小泉外交――「アメリカ追随」「ブッシュのイラク戦争への荷担」そして「靖国参拝・中国敵視」――は、日本の国際的地位に関して、いかなる変化をもたらしたか。
 独・仏がイラク戦争に反対し、イラク戦争を支持した英国・ブレアもまたその誤りを認めて退陣する中で、先進国の中で唯一日本だけは、イラク戦争荷担の誤りを認めていない。
 これは、とても大きな問題である。というのは、世界で一番「危険な国」は、イラクでも北朝鮮でもイランでもなく、中国でもロシアでもなく、アメリカであった、と判明したからである。
 危険な国とは、どんな国か。自らのイデオロギーを武力によって他国に押しつけようとする国である。スターリンのソ連もそのように見られた。西側諸国はNATO、日米安保等でソ連に対する「封じ込め」体制を構築した。毛沢東の中国も、「人民戦争の輸出」をねらっていると見られたときがあった。いまでは、ソ連は崩壊し、中国は資本主義化し、欧米や日本との通商拡大に、経済発展の道を求めている。
 アメリカのブッシュ政権だけが、気に入らない体制に対しては武力発動も辞さない、という姿勢をとり続けている。アメリカは、しかもそれを実行するだけの軍事力を持っている。
 そのアメリカの軍事的脅威に対して、中国とソ連は「上海機構」で、対抗する体制を作っている。中国は、海軍の増強に努め、宇宙空間でのミサイル競争でも、アメリカに対抗する力を付けつつある。

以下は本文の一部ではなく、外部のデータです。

@EFFORTS
@pytest.mark.parametrize("rectifier", RECTIFIERS)
def test_without_a_load_the_zener_takes_everything_that_the_meter_leaves(rectifier: str, effort: Effort) -> None:
    # Load → 0: all that comes goes through the zener; at the dropper node only the meter's 2.4 µA gets past it, and the charge
    # balance says what comes: I = f·C·(2·crest − V_hi − V_lo), or 4·f·C·(crest − V − 2·Vf) through a bridge.
    settled = settle(as_marked(board(rectifier, inrush=1.0)), (), effort=effort)
    volts, zener = float(settled.rail_voltage[0, 0]), float(settled.zener_current[0, 0])
    charge = 4.0 * (CREST - volts - 1.4) if rectifier == "bridge" else 2.0 * CREST - volts - 1.4
    # A crowd's rail repeats to 0.1 % and so its zener, e-fold in 60 mV, to some percent.
    assert zener == pytest.approx(50.0 * 0.47e-6 * charge, rel=0.01 if effort is FIGURES else 0.03)
    # What is left for the meter is told to a small share of what is divided.
    left = 0.0 if rectifier == "half-wave-zener" else zener
    assert settled.supply_current[0] - left == pytest.approx(volts / 10e6, abs=(1e-3 if effort is FIGURES else 0.03) * zener)


@EFFORTS
@pytest.mark.parametrize(("rectifier", "wanted"), [("bridge", 0.9003), ("half-wave", 0.4502)])
def test_dc_over_rms_of_a_rail_at_nothing(rectifier: str, wanted: float, effort: Effort) -> None:
    # Rail → 0, a zener shorted by next to nothing: 2√2/π through a bridge and √2/π through a half-wave (published values, row 8,
    # analytic). At 1000 V the diodes' drops are a thousandth of the crest.
    shorted = replace(as_marked(board(rectifier, volts=1000.0)), zener_short=np.full((1, 1), 1e-3))
    settled = settle(shorted, (), effort=effort)
    assert settled.rail_voltage[0, 0] < 1e-3
    assert settled.supply_current[0] / settled.line_current[0] == pytest.approx(wanted, rel=0.002)
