def add_cases(edition: str, design: str) -> Iterator[Case]:
    """Adds of multifocals and progressives."""
    if design == "single-vision":
        return
    for add in (D("0.75"), D("4.00"), D("4.01"), D("5.00")):
        limit = ref.add_limit(edition, add)
        for deviation, outcome in around(limit) if limit is not None else [(D(0), ABSENT)]:
            job = base_job(edition, state_for(edition), design)
            for eye in EYES:
                job[eye]["add"] = f"{add}"
                job["readings"][eye]["add"] = f"{add + deviation}"
            due = [Due("add", eye, outcome) for eye in EYES]
            yield case(f"add {add} off {deviation}", job, due, add=add)


# --- prism of the mounted pair ------------------------------------------------------------------------------------------------

PAIR_POWERS = {"iso-21987": "1.00 3.25 3.26 5.00 5.01 8.00", "ansi": "1.00 9.00", "nj": "1.00 9.00"}
PAIR_COMPONENTS = {"iso-21987": "0.00 2.00 2.01 10.00 10.01 12.00", "ansi": "0.00 3.00", "nj": "0.00 3.00"}


def read_pair(job: Job, size: D, across: D, upward: D) -> None:
    """Order `size` in and up right, in and down left, less a little in the left; read it off by two deviations of the pair.

    A part of the deviation, 0.10, is put into the left lens, so that neither lens shows the whole of it.
    """
    little = min(size, D("0.50"))
    share = D("0.10")
    part = {True: share, False: -share}
    job["right"]["prism"] = prism(size, size)
    job["left"]["prism"] = prism(size - little, little - size)
    job["readings"]["right"]["prism"] = prism(size + across - part[across > 0], size + upward - part[upward > 0])
    job["readings"]["left"]["prism"] = prism(size - little + part[across > 0], little - size - part[upward > 0])


def pair_cases(edition: str, design: str) -> Iterator[Case]:
    """Vertical and horizontal at once; the row of ISO 21987 goes by the larger component and the larger power of the pair."""
    if edition.startswith("iso-8980"):
        return
    for power in listed(PAIR_POWERS, edition):
        for size in listed(PAIR_COMPONENTS, edition):
            limits = {way: ref.pair_limit(edition, way, size, power) for way in ("horizontal", "vertical")}
            assert None not in limits.values()
            both = zip(around(limits["horizontal"] or D(0)), around(limits["vertical"] or D(0)), strict=True)
            for (across, first), (upward, second) in both:
                job = base_job(edition, "mounted", design)
                job["right"]["sphere"], job["left"]["sphere"] = signed(-power), signed(D("0.50") - power)
                read_pair(job, size, across, upward)
                due = [Due("prism.horizontal", "pair", first), Due("prism.vertical", "pair", second)]
                yield case(f"pair {size}, power {power}, off {across} {upward}", job, due, power=power, prism=size)


def pair_mm_cases(edition: str, design: str) -> Iterator[Case]:
    """The millimetre alternatives of ANSI: where the power passes the switch, by what was measured after sliding."""
    if edition not in ref.ANSI:
        return
    each = design == "progressive"
    heights = ref.ANSI_PROGRESSIVE_MM if each else ref.ANSI_PAIR_MM["vertical"]
    for power in (ref.ANSI_SWITCH_VERTICAL, ref.ANSI_SWITCH_VERTICAL + D("0.001")):
        for moved, outcome in around(heights, D("0.1")):
            job = base_job(edition, "mounted", design)
            job["right"]["sphere"], job["left"]["sphere"] = signed(-power), signed(-power + D("0.25"))
            read_pair(job, D("1.00"), D(0), D("0.60"))
            job["readings"]["right"]["prp_height_mm"] = f"{17 + moved}"
            job["readings"]["left"]["prp_height_mm"] = "17"
            present = power > ref.ANSI_SWITCH_VERTICAL
            due = [Due("prp.height", "pair", outcome if present else ABSENT), Due("prism.vertical", "pair", "outside")]
            yield case(f"height off {moved}, power {power}", job, due, power=power)
    job = base_job(edition, "mounted", design)  # both too high by 3 mm: no difference, yet each is off
    job["right"]["sphere"] = job["left"]["sphere"] = "-6.00"
    read_pair(job, D("1.00"), D(0), D("0.60"))
    for eye in EYES:
        job["readings"][eye]["prp_height_mm"] = "20"
    yield case("both 3 mm high", job, [Due("prp.height", "pair", "outside" if each else "within")], power=D(6))
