package diaphragm

// ArealDensity returns sigma, kg/m^2: the measured value where there is one,
// else density times thickness.
func (s Sheet) ArealDensity() float64 {
	if s.MeasuredArealDensity > 0 {
		return s.MeasuredArealDensity
	}
	return s.Density * s.Thickness
}
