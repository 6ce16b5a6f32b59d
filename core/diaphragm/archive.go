package diaphragm

import (
	"encoding/json"
	"sort"
	"strconv"

	"hoopsheet/core/sheet"
)

// Archive is everything that one browser keeps, for one file. The file is a
// zip that holds hoopsheet.json, which is this structure, and
// recordings/<tap id>.wav.
type Archive struct {
	// Format and Version name the form of the file; EncodeArchive sets them.
	Format  string `json:"format"`
	Version int    `json:"version"`
	// Written is the time of writing, RFC 3339; Engine the version that wrote.
	Written string         `json:"written"`
	Engine  string         `json:"engine"`
	Entries []ArchiveEntry `json:"entries"`
	// Recordings are the ids of the taps whose recordings the file holds;
	// EncodeArchive fills them in.
	Recordings []string        `json:"recordings"`
	Settings   ArchiveSettings `json:"settings"`
}

// ArchiveEntry is one diaphragm with all that belongs to it.
type ArchiveEntry struct {
	// Document is the working copy, or the last revision where there is none.
	Document Diaphragm `json:"document"`
	// Drafts, Units and Desk belong to the working copy.
	Drafts map[string]string `json:"drafts"`
	Units  map[string]string `json:"units"`
	Desk   map[string]string `json:"desk"`
	// Unkept is true when the working copy differs from the last revision.
	Unkept bool `json:"unkept"`
	// Changed and Deleted are RFC 3339; Deleted is empty for a live diaphragm.
	Changed   string            `json:"changed"`
	Deleted   string            `json:"deleted"`
	Revisions []ArchiveRevision `json:"revisions"`
	Taps      []TapSession      `json:"taps"`
}

// ArchiveRevision is one kept revision.
type ArchiveRevision struct {
	Number   int       `json:"number"`
	Kept     string    `json:"kept"`
	Note     string    `json:"note"`
	Document Diaphragm `json:"document"`
}

// ArchiveSettings are the choices of the browser that wrote the file.
type ArchiveSettings struct {
	LinkAddress string `json:"linkAddress"`
	Units       string `json:"units"`
	By          string `json:"by"`
	// Materials are the sheet materials that were added in that browser.
	Materials []sheet.Material `json:"materials,omitempty"`
}

const (
	archiveFormat  = "hoopsheet archive"
	archiveVersion = 1
	archiveIndex   = "hoopsheet.json"
)

// Limits of an archive.
const (
	mostArchiveBytes   = 512 << 20 // the file, and all that it unfolds to
	mostIndexBytes     = 64 << 20
	mostRecordingBytes = 64 << 20
	mostArchiveFiles   = 20000
)

func recordingName(tapID string) string { return "recordings/" + tapID + ".wav" }

// EncodeArchive writes everything into one file. recordings gives the WAV file
// of a tap session, or nil where none is kept; it is asked for every session.
// The bytes are the same for the same content. The error is a *Refusal, or
// what recordings returned.
func EncodeArchive(a Archive, recordings func(tapID string) ([]byte, error)) ([]byte, error) {
	a.Format, a.Version, a.Recordings = archiveFormat, archiveVersion, []string{}
	if err := checkEntries(a.Entries, "The archive cannot be made"); err != nil {
		return nil, err
	}
	a.Entries = entriesWithoutNil(a.Entries)
	var file zipWriter
	total := 0
	for _, entry := range a.Entries {
		for _, tap := range entry.Taps {
			data, err := recordings(tap.ID)
			if err != nil {
				return nil, err
			}
			if len(data) == 0 {
				continue
			}
			if total += len(data); len(data) > mostRecordingBytes || total > mostArchiveBytes {
				return nil, refuse("archive", CodeTooLarge, "The archive cannot be made: the recording of a tap on "+shorten(entry.Document.Name, "a diaphragm")+
					" makes it larger than one file can carry (64 MiB for a recording, 512 MiB in all). Delete recordings that are not needed.")
			}
			// Stored, not deflated: sampled sound hardly shrinks.
			if err := file.add(recordingName(tap.ID), data, false); err != nil {
				return nil, err
			}
			a.Recordings = append(a.Recordings, tap.ID)
		}
	}
	for _, entry := range a.Entries {
		if line, err := encodeLine(entry.Document); err == nil && len(line) > mostDocumentBytes {
			return nil, refuse("archive", CodeTooLarge, "The archive cannot be made: the texts of "+shorten(entry.Document.Name, "a diaphragm")+
				" are longer than can be read back. Shorten its notes.")
		}
	}
	index, err := encodeLine(a)
	if err != nil {
		return nil, refuse("archive", CodeUnreadable, "The archive cannot be made: a value of a diaphragm or a tap is not a finite number.")
	}
	if len(index) > mostIndexBytes {
		return nil, refuse("archive", CodeTooLarge, "The archive cannot be made: more than 64 MiB of diaphragms do not fit into one file.")
	}
	if len(a.Recordings) >= mostArchiveFiles {
		return nil, refuse("archive", CodeTooLarge, "The archive cannot be made: more than "+strconv.Itoa(mostArchiveFiles-1)+" recordings do not fit into one file.")
	}
	if err := file.add(archiveIndex, index, true); err != nil {
		return nil, err
	}
	return file.close(), nil
}

// DecodeArchive reads the file of everything: the archive and its recordings
// by tap id. It returns all or nothing. Documents are brought to the present
// schema; unfinished ones are accepted. The error is a *Refusal.
func DecodeArchive(data []byte) (Archive, map[string][]byte, error) {
	fail := func(code Code, message string) (Archive, map[string][]byte, error) {
		return Archive{}, nil, refuse("archive", code, message)
	}
	if len(data) > mostArchiveBytes {
		return fail(CodeTooLarge, "The file is larger than 512 MiB; no archive is.")
	}
	contents, err := zipContents(data)
	if err != nil {
		if KindOfFile(data) == FileArchive {
			return fail(CodeCutShort, "The archive is cut short or damaged: its table of contents, which stands at the end, cannot be read. Copy the file again. Nothing was imported.")
		}
		return fail(CodeUnreadable, "This is not an archive of Hoopsheet. Nothing was imported.")
	}
	if len(contents) > mostArchiveFiles {
		return fail(CodeTooLarge, "The archive holds more than "+strconv.Itoa(mostArchiveFiles)+" files. Nothing was imported.")
	}
	members := map[string]zipMember{}
	for _, member := range contents {
		if _, twice := members[member.name]; twice {
			return fail(CodeUnreadable, "The archive holds two files of one name, "+shorten(member.name, "none")+". Nothing was imported.")
		}
		members[member.name] = member
	}
	if _, found := members[archiveIndex]; !found {
		return fail(CodeUnreadable, "This zip file holds no "+archiveIndex+", so it is not an archive of Hoopsheet. Nothing was imported.")
	}
	index, err := readMember(data, members[archiveIndex], mostIndexBytes)
	if err != nil {
		return Archive{}, nil, err
	}
	a, err := decodeIndex(index)
	if err != nil {
		return Archive{}, nil, err
	}
	taps := map[string]bool{}
	for _, entry := range a.Entries {
		for _, tap := range entry.Taps {
			taps[tap.ID] = true
		}
	}
	recordings := map[string][]byte{}
	total := len(index)
	for _, id := range a.Recordings {
		member, found := members[recordingName(id)]
		if !found || !taps[id] || recordings[id] != nil {
			return fail(CodeUnreadable, "The archive is incomplete: the recording of tap "+shorten(id, "without a name")+" is missing. Nothing was imported.")
		}
		recording, err := readMember(data, member, min(mostRecordingBytes, mostArchiveBytes-total))
		if err != nil {
			return Archive{}, nil, err
		}
		total += len(recording)
		recordings[id] = recording
	}
	return a, recordings, nil
}

// readMember unfolds one file of the zip.
func readMember(data []byte, member zipMember, most int) ([]byte, error) {
	if member.size > most {
		return nil, refuse("archive", CodeTooLarge, "The file "+shorten(member.name, "")+" in the archive unfolds to more than is allowed. Nothing was imported.")
	}
	content, err := member.read(data)
	if err != nil {
		return nil, refuse("archive", CodeAltered, "The archive is damaged: the file "+shorten(member.name, "")+" in it cannot be read. Copy the file again. Nothing was imported.")
	}
	return content, nil
}

// The forms in which hoopsheet.json is read: the outer Document, as it was
// written, stands before that of the embedded structure, so that it can be
// migrated.
type (
	writtenArchive struct {
		Archive
		Entries []writtenEntry `json:"entries"`
	}
	writtenEntry struct {
		ArchiveEntry
		Document  json.RawMessage   `json:"document"`
		Revisions []writtenRevision `json:"revisions"`
	}
	writtenRevision struct {
		ArchiveRevision
		Document json.RawMessage `json:"document"`
	}
)

// decodeIndex reads hoopsheet.json.
func decodeIndex(data []byte) (Archive, error) {
	const what = "The list of diaphragms in the archive"
	var head struct {
		Format  string `json:"format"`
		Version int    `json:"version"`
	}
	if err := json.Unmarshal(data, &head); err != nil {
		return Archive{}, refuseJSON(err, "archive", what)
	}
	switch {
	case head.Format != archiveFormat:
		return Archive{}, refuse("archive", CodeUnreadable, "This zip file is not an archive of Hoopsheet. Nothing was imported.")
	case head.Version > archiveVersion:
		return Archive{}, refuse("archive", CodeNewer, "The archive was written by a newer version of Hoopsheet (archive version "+strconv.Itoa(head.Version)+
			"; this one reads up to "+strconv.Itoa(archiveVersion)+"). Reload the page while online and import it again. Nothing was imported.")
	case head.Version < 1:
		return Archive{}, refuse("archive", CodeUnreadable, "The archive does not say which version it is written in. Nothing was imported.")
	}
	var written writtenArchive
	if err := readStrictly(data, &written, "archive", what); err != nil {
		return Archive{}, err
	}
	a := written.Archive
	a.Entries = make([]ArchiveEntry, len(written.Entries))
	for i, we := range written.Entries {
		entry := we.ArchiveEntry
		var err error
		if entry.Document, err = ReadDocument(we.Document); err != nil {
			return Archive{}, err
		}
		entry.Revisions = make([]ArchiveRevision, len(we.Revisions))
		for j, wr := range we.Revisions {
			revision := wr.ArchiveRevision
			if revision.Document, err = ReadDocument(wr.Document); err != nil {
				return Archive{}, err
			}
			entry.Revisions[j] = revision
		}
		a.Entries[i] = entry
	}
	if err := checkEntries(a.Entries, "The archive cannot be read"); err != nil {
		return Archive{}, err
	}
	a.Entries = entriesWithoutNil(a.Entries)
	if a.Recordings == nil {
		a.Recordings = []string{}
	}
	return a, nil
}

// checkEntries checks that ids are proper and unique and that everything
// belongs where it stands.
func checkEntries(entries []ArchiveEntry, opening string) error {
	fail := func(entry ArchiveEntry, message string) error {
		return refuse("archive", CodeUnreadable, opening+": "+message+" (diaphragm "+shorten(entry.Document.Name, "without a name")+").")
	}
	documents, taps := map[string]bool{}, map[string]bool{}
	for _, entry := range entries {
		id := entry.Document.ID
		if !soundID(id) {
			return fail(entry, "a diaphragm has no proper id")
		}
		if documents[id] {
			return fail(entry, "two diaphragms have one id")
		}
		documents[id] = true
		numbers := map[int]bool{}
		for _, revision := range entry.Revisions {
			if revision.Number < 1 || numbers[revision.Number] {
				return fail(entry, "the numbers of its revisions are not in order")
			}
			numbers[revision.Number] = true
			if revision.Document.ID != id {
				return fail(entry, "a revision belongs to another diaphragm")
			}
		}
		for _, tap := range entry.Taps {
			if !soundID(tap.ID) || taps[tap.ID] {
				return fail(entry, "a tap session has no id of its own")
			}
			taps[tap.ID] = true
			if tap.Diaphragm != id {
				return fail(entry, "a tap session belongs to another diaphragm")
			}
		}
	}
	return nil
}

// entriesWithoutNil returns the entries with empty lists and maps in place of
// nil ones, and the revisions in the order of their numbers.
func entriesWithoutNil(entries []ArchiveEntry) []ArchiveEntry {
	out := make([]ArchiveEntry, len(entries))
	for i, entry := range entries {
		entry.Document = withoutNil(Parcel{Document: entry.Document}).Document
		for _, m := range []*map[string]string{&entry.Drafts, &entry.Units, &entry.Desk} {
			if *m == nil {
				*m = map[string]string{}
			}
		}
		entry.Revisions = append([]ArchiveRevision{}, entry.Revisions...)
		sort.Slice(entry.Revisions, func(a, b int) bool { return entry.Revisions[a].Number < entry.Revisions[b].Number })
		for j := range entry.Revisions {
			entry.Revisions[j].Document = withoutNil(Parcel{Document: entry.Revisions[j].Document}).Document
		}
		entry.Taps = append([]TapSession{}, entry.Taps...)
		for j := range entry.Taps {
			if entry.Taps[j].Peaks == nil {
				entry.Taps[j].Peaks = []ChosenPeak{}
			}
		}
		out[i] = entry
	}
	return out
}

 安倍政権はすでに「集団的自衛権の見直し(解釈改憲)」――日米安保体制があるのに、日本は「アメリカに守られるだけで、アメリカを守れない」現状からの脱皮を――に向けて、検討委員会を立ち上げた。「集団的自衛権の行使」とは、現実には「日米共同軍事行動」であり、それは「解釈改憲」から「9条改憲」へとつながっている。安倍のねらう9条改憲が、えりに選って、アメリカとの共同軍事行動という形で現実化しようとしていることは、9条改憲――「戦力の保持・交戦権の保持」の宣言――に対する、より深刻な国際社会の反発を招かざるを得ない。「北朝鮮の核とミサイル」を日本にとっての脅威と、安倍政権は宣伝しているが、北朝鮮の核保有は、アメリカの軍事的侵略の脅威――イラク戦争は、それが杞憂でないことを示した――に対抗するものであって、日本に対するものとは、考えられない。だが、日本が解釈改憲なり9条改憲によって、アメリカとの「双務的な集団安保」へとふみこむならば、そのときは、北朝鮮も、中国も、そして他の周辺諸国も、日本を軍事的脅威と受け止め、対抗措置をとることになる。安倍政権の解釈改憲・9条改憲は、こうして、日本の安全保障を脅かすものとなっている。
ドイツと日本――この違いはどこに?
 同じ第二次世界大戦の同盟国にして敗戦国でありながら、日本とドイツの歩んだ道は、どうしてこんなに大きく異なってしまったのか。ヒトラーの政権掌握を許し、ヒトラーに付いて周辺諸国に侵略の駒を進め、就中、ユダヤ人600万人を含むホロコーストを国家として行った歴史を、国家の汚点として認め、そのようなことが二度と起きないことを国内政策・外交政策に組み込むほかに、欧州大陸の国として、生きる道はない。こうした判断の上にドイツの選択した道は、宿敵フランスとの和解を軸として、欧州石炭鉄鋼共同体→欧州経済共同体(EEC)・欧州原子力共同体→欧州連合(EU)→欧州共通通貨ユーロ、という道であった。欧州連合への第一歩が「石炭鉄鋼」の共同管理からスタートしたことは、象徴的でもある。なぜなら、石炭・鉄鋼は、軍事生産に不可欠の資源であり、ドイツが石炭・鉄鋼をかつての敵国フランス等との共同管理に委ねたことは、戦争の放棄を宣言したことに等しい。欧州石炭鉄鋼共同体は、ドイツの「憲法9条」だったのである(ただし、より主体的実質的な戦争放棄)。こうして、ドイツは、「欧州国家」の中にドイツ国家を解体・止揚していく道を歩むことになる。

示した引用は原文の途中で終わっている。